The anti-pattern is hiding orchestration inside a durable step:

# Bad: ctx operations inside ctx.run
await ctx.run(
    "do-everything",
    lambda: start_child_workflow(ctx, page_id),
)

Durable execution is not magic. It rewards boring boundaries. Provider calls, DB writes, blob uploads, and notification sends get wrapped. Pure transformations stay pure. Child workflows stay visible as child workflows.

When this discipline is followed, a crash during a 170-page document is annoying but not mysterious. The workflow resumes from the journal. Already-uploaded pages remain uploaded. Already-completed OCR calls are not repeated. In-flight child workflows can be attached to, waited on, or observed.

Evaluation has to include the trace Link to heading

For agentic document systems, evaluating only the final answer is too weak.

Imagine a workbook cell is correct:

Revenue growth = 14.2%

That can still hide bad behavior:

the agent copied the value from a nearby example
it used the wrong document version
it ignored a contradicting footnote
it got lucky because the fixture was easy
it wrote the right number but left no evidence trail

I want eval reports that include:

final output diff
stdout / stderr timeline
tool calls
source chunks used
page crops referenced
provider fallback path
agent runner attempts
elapsed time by phase

This makes regressions much easier to reason about.

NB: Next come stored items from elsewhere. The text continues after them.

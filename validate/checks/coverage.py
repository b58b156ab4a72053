"""Coverage: required variables reported for every scenario at the base year and each milestone."""

from __future__ import annotations

from milepost.validate.checks.context import Context, sql_str


def check_missing_required(ctx: Context) -> list[str]:
    """missing-required: no usable row for a required variable, scenario, required region and key year."""
    c = ctx.contract
    years = sorted({y for y in (c.base_year, *c.milestones) if c.first_year <= y <= c.last_year})
    regions = [r for r in c.required_regions if c.is_region(r)]
    if not years or not regions:
        return []
    year_list = ", ".join(str(y) for y in years)
    region_list = ", ".join(sql_str(r) for r in regions)
    return [
        "WITH s AS (SELECT model, scenario, min(path) AS path FROM obs WHERE trim(model) <> '' "
        "AND trim(scenario) <> '' GROUP BY ALL), "
        f"y AS (SELECT unnest([{year_list}]) AS year), g AS (SELECT unnest([{region_list}]) AS region) "
        "SELECT 'missing-required' AS rule, s.path, s.model, s.scenario, g.region, v.variable, v.unit, y.year, "
        "'a value of ' || v.variable || ' in ' || v.unit AS expected, "
        "'required ' || v.variable || ' is missing for ' || s.model || ' / ' || s.scenario || ' in ' || g.region "
        "|| ' at ' || y.year AS message, "
        "'Add a row for ' || v.variable || ', ' || g.region || ', ' || y.year || ' (or fix the row that has "
        "another finding).' AS hint "
        "FROM s CROSS JOIN (SELECT * FROM c_variables WHERE required) v CROSS JOIN y CROSS JOIN g "
        "WHERE NOT EXISTS (SELECT 1 FROM checked k WHERE k.model = s.model AND k.scenario = s.scenario "
        "AND k.region = g.region AND k.variable = v.variable AND k.year = y.year)"
    ]
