"""Sums: a variable against the weighted sum of its parts, and a region against the sum of its parts.

A sum is checked only where every part is reported: a missing part is a coverage question, not a wrong sum.
The tolerance is |reported - expected| <= max(sum_relative * |expected|, sum_absolute), in the total's unit.
Sums are compared as numbers first; the text listing the parts is built only for the sums that fail.
"""

from __future__ import annotations

from milepost.validate.checks.context import Context, fmt

_T = "i.path, i.sheet, t.line, t.model, t.scenario, t.region, t.variable, t.unit, t.year"


def _diff_pct(reported: str, expected: str) -> str:
    return (f"CASE WHEN {expected} = 0 THEN '' ELSE ' (' || printf('%+.2f', ({reported} - {expected}) "
            f"/ abs({expected}) * 100) || ' %)' END")


def check_sum_of_parts(ctx: Context) -> list[str]:
    """sum-of-parts: a total that differs from the weighted sum of its (complete) parts beyond the tolerance."""
    failing = (
        "WITH p AS (SELECT c.model, c.scenario, c.region, c.year, cp.total, sum(c.value * cp.factor) AS expected, "
        "count(*) AS n FROM checked c JOIN c_parts cp ON c.variable = cp.part GROUP BY ALL), "
        "bad AS MATERIALIZED (SELECT t.*, p.expected FROM p JOIN c_part_counts k ON p.total = k.total AND p.n = k.n "
        "JOIN checked t ON t.model = p.model AND t.scenario = p.scenario AND t.region = p.region "
        "AND t.year = p.year AND t.variable = p.total "
        f"WHERE abs(t.value - p.expected) > greatest({ctx.tol_rel} * abs(p.expected), {ctx.tol_abs})), "
        "detail AS (SELECT b.model, b.scenario, b.region, b.year, b.variable, "
        "string_agg(c.variable || ' = ' || " + fmt("c.value") + ", ', ' ORDER BY c.variable) AS parts "
        "FROM bad b JOIN c_parts cp ON cp.total = b.variable JOIN checked c ON c.model = b.model "
        "AND c.scenario = b.scenario AND c.region = b.region AND c.year = b.year AND c.variable = cp.part "
        "GROUP BY ALL) "
    )
    return [
        failing + f"SELECT 'sum-of-parts' AS rule, {_T}, {fmt('t.value')} AS value, {fmt('t.expected')} AS expected, "
        "t.variable || ' is ' || " + fmt("t.value") + " || ' but its parts sum to ' || " + fmt("t.expected")
        + " || " + _diff_pct("t.value", "t.expected") + " AS message, 'parts: ' || d.parts AS hint "
        "FROM bad t JOIN detail d USING (model, scenario, region, year, variable) JOIN c_inputs i ON i.src = t.src"
    ]


def check_sum_of_regions(ctx: Context) -> list[str]:
    """sum-of-regions: a region unequal to the sum of its parts, or regions of a net-zero variable not netting out."""
    grouped = (
        "SELECT c.model, c.scenario, rp.parent, c.variable, c.year, any_value(v.regions) AS rule_kind, "
        "sum(c.value) AS expected, sum(abs(c.value)) AS gross, count(*) AS n, arg_min(c.src, c.line) AS src, "
        "min(c.line) AS line FROM checked c JOIN c_region_parts rp ON c.region = rp.part "
        "JOIN c_variables v ON c.variable = v.variable WHERE v.regions IN ('sum', 'zero') GROUP BY ALL"
    )
    complete = f"f AS (SELECT r.* FROM ({grouped}) r JOIN c_region_counts k ON r.parent = k.parent AND r.n = k.n)"
    bad = (
        f"WITH {complete}, bad AS MATERIALIZED ("
        "SELECT f.*, t.value AS reported, t.line AS t_line, t.src AS t_src, v.unit FROM f "
        "JOIN c_variables v ON f.variable = v.variable LEFT JOIN checked t ON t.model = f.model "
        "AND t.scenario = f.scenario AND t.region = f.parent AND t.variable = f.variable AND t.year = f.year "
        f"WHERE (f.rule_kind = 'sum' AND t.value IS NOT NULL AND abs(t.value - f.expected) > "
        f"greatest({ctx.tol_rel} * abs(f.expected), {ctx.tol_abs})) OR (f.rule_kind = 'zero' AND "
        f"abs(f.expected) > greatest({ctx.tol_rel} * f.gross, {ctx.tol_abs}))), "
        "detail AS (SELECT b.model, b.scenario, b.parent, b.variable, b.year, "
        "string_agg(c.region || ' = ' || " + fmt("c.value") + ", ', ' ORDER BY c.region) AS regions "
        "FROM bad b JOIN c_region_parts rp ON rp.parent = b.parent JOIN checked c ON c.model = b.model "
        "AND c.scenario = b.scenario AND c.region = rp.part AND c.variable = b.variable AND c.year = b.year "
        "GROUP BY ALL) "
    )
    return [
        bad + "SELECT 'sum-of-regions' AS rule, i.path, i.sheet, coalesce(b.t_line, b.line) AS line, b.model, "
        "b.scenario, b.parent AS region, b.variable, b.unit, b.year, "
        "CASE WHEN b.rule_kind = 'sum' THEN " + fmt("b.reported") + " ELSE " + fmt("b.expected") + " END AS value, "
        "CASE WHEN b.rule_kind = 'sum' THEN " + fmt("b.expected") + " ELSE '0' END AS expected, "
        "CASE WHEN b.rule_kind = 'sum' THEN b.parent || ' ' || b.variable || ' is ' || " + fmt("b.reported")
        + " || ' but its regions sum to ' || " + fmt("b.expected") + " || " + _diff_pct("b.reported", "b.expected")
        + " ELSE 'the regions of ' || b.parent || ' must net to zero for ' || b.variable || ', but sum to ' || "
        + fmt("b.expected") + " END AS message, 'regions: ' || d.regions AS hint "
        "FROM bad b JOIN detail d USING (model, scenario, parent, variable, year) "
        "JOIN c_inputs i ON i.src = coalesce(b.t_src, b.src)"
    ]
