"""Check families: one module each; a check is a small function that returns SQL selecting finding rows.

Every check takes the `Context` of a run and returns a list of SQL SELECT statements whose columns are named like
`milepost.validate.findings.FINDING_COLUMNS` (columns that do not apply may be left out). The runner inserts them
BY NAME into the TEMP table `findings`, so a check never loops over rows in Python.
"""

from __future__ import annotations

from collections.abc import Callable

from milepost.validate.checks import (
    coverage,
    duplicates,
    names,
    reference,
    scenarios,
    structure,
    sums,
    units,
    values,
)
from milepost.validate.checks.context import Context

Check = Callable[[Context], list[str]]

# Order matters only for reading the report: file problems first, then cells, then the table as a whole.
ROW_CHECKS: tuple[Check, ...] = (
    structure.check_missing_cells,
    structure.check_bad_year,
    structure.check_bad_value,
    names.check_unknown_region,
    names.check_unknown_variable,
    names.check_control_characters,
    units.check_units,
)
TABLE_CHECKS: tuple[Check, ...] = (
    duplicates.check_duplicates,
    values.check_sign,
    sums.check_sum_of_parts,
    sums.check_sum_of_regions,
    coverage.check_missing_required,
    reference.check_base_year,
    values.check_bounds,
    scenarios.check_no_data,
    scenarios.check_unknown_reference,
    scenarios.check_scenario_without_data,
    scenarios.check_scenario_not_listed,
    scenarios.check_missing_reference,
    scenarios.check_reference_cycle,
)

__all__ = ["ROW_CHECKS", "TABLE_CHECKS", "Check", "Context"]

A model upgrade that keeps accuracy flat but doubles fallback usage is not free. A prompt change that improves one fixture by reading entire PDFs instead of using source chunks may be worse operationally.

Metrics I would page on Link to heading

The dashboard for this system should be built around phase behavior, not just request success rate.

Metric	Why I care
render time per page	catches pathological PDFs and CPU starvation
rendered bytes per page	catches DPI and payload explosions
OCR reuse rate	measures whether dedupe/idempotency works
OCR provider fallback rate	detects quality or availability drift
duplicate invocation waits	shows concurrent demand for same page
source chunks per page	catches over/under segmentation
agent retry count	detects flaky runners or weak prompts
eval pass rate by fixture family	prevents silent degradation
evidence coverage	tells whether answers are grounded

The last one matters the most. If a system produces polished artifacts without evidence coverage, it is just automation theater.

Tests that pay for themselves Link to heading

The tests for this kind of pipeline should look like production incidents in miniature.

[x] large PDF render keeps the event loop alive
[x] upload batching preserves page order
[x] OCR readiness skips existing chunks
[x] duplicate OCR waits for the winner
[x] provider failure falls through
[x] fallback result normalizes
[x] replay does not repeat side effects
[x] failover recreates the workspace
[x] eval includes diff and evidence

The point is not high coverage for its own sake. The point is to encode the failures that are expensive to rediscover.

The part that feels counterintuitive Link to heading

The more agentic the system becomes, the more deterministic the infrastructure around it needs to be.

Agents are useful because they can handle messy tasks. They are also harder to reason about than normal code. So the surrounding system should remove as much ambiguity as possible:

stable page ids
stable workspace paths
explicit provider capabilities
bounded concurrency
journaled side effects
source-grounded outputs
replayable eval traces

That is the actual architecture. Not “use OCR”. Not “use an LLM”. Not “add retries”. The system works when every expensive action has a durable identity, every answer has evidence, and every fallback leaves a trace.

References Link to heading

Restate durable steps for Python - durable ctx.run boundaries and replay behavior.
Restate durable execution overview - the execution log model behind retries and recovery.
PyO3 parallelism guide - releasing the GIL around Rust parallel work.
Rayon ThreadPoolBuilder - explicit thread pool sizing for CPU-heavy work.
PyMuPDF Page.get_pixmap - rendering PDF pages with DPI and pixmap controls.
OpenTelemetry context propagation - carrying trace context across service boundaries.
Gemini structured output docs - schema-constrained model outputs and their limits.
Reducto parse documentation - an example of document parsing APIs that preserve layout chunks and tables.